YOUR TASK
Go through the entries below and copy each line that holds the word "flutes".

EXTRACTED ENTRIES

'''

import { requirePositive, requirePositiveInteger } from "../internal/require.js";

/**
 * Spindle speeds that put the tooth-passing frequency at the chatter frequency divided by
 * 1, 2, 3 … — the right-hand edges of the stability lobes, where the waves left by successive
 * teeth are in phase.
 *
 * n_j = 60 · fc / (z · j),   j = 1 … count      (highest first)
 *
 * @param input.chatterFrequencyHz fc, measured chatter frequency [Hz]
 * @param input.flutes z [-]
 * @param input.count how many speeds to return (j = 1 … count) [-]
 * @returns speeds [rpm], descending
 * @throws RangeError for fc ≤ 0, or z / count not integers ≥ 1
 * @source Smith & Tlusty 1990 (ASME J. Eng. Ind. 112(2), abstract); Smith & Tlusty, "Stabilizing chatter
 *   by automatic spindle speed regulation", CIRP Annals 41(1), 1992 (from memory).
 * @example stableSpindleSpeedsRpm({ chatterFrequencyHz: 1250, flutes: 3, count: 3 }) // [25000, 12500, 8333.33]
 */
export function stableSpindleSpeedsRpm(input: { chatterFrequencyHz: number; flutes: number; count: number }): number[] {
  const { chatterFrequencyHz, flutes, count } = input;
  requirePositive("stableSpindleSpeedsRpm", "chatterFrequencyHz", chatterFrequencyHz);
  requirePositiveInteger("stableSpindleSpeedsRpm", "flutes", flutes);
  requirePositiveInteger("stableSpindleSpeedsRpm", "count", count);
  const speeds: number[] = [];
  for (let j = 1; j <= count; j++) speeds.push((60 * chatterFrequencyHz) / (flutes * j));
  return speeds;
}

'''

OUTPUT BELOW
 * @param input.flutes z [-]
 * @example stableSpindleSpeedsRpm({ chatterFrequencyHz: 1250, flutes: 3, count: 3 }) // [25000, 12500, 8333.33]
export function stableSpindleSpeedsRpm(input: { chatterFrequencyHz: number; flutes: number; count: number }): number[] {
  const { chatterFrequencyHz, flutes, count } = input;
  requirePositiveInteger("stableSpindleSpeedsRpm", "flutes", flutes);
  for (let j = 1; j <= count; j++) speeds.push((60 * chatterFrequencyHz) / (flutes * j));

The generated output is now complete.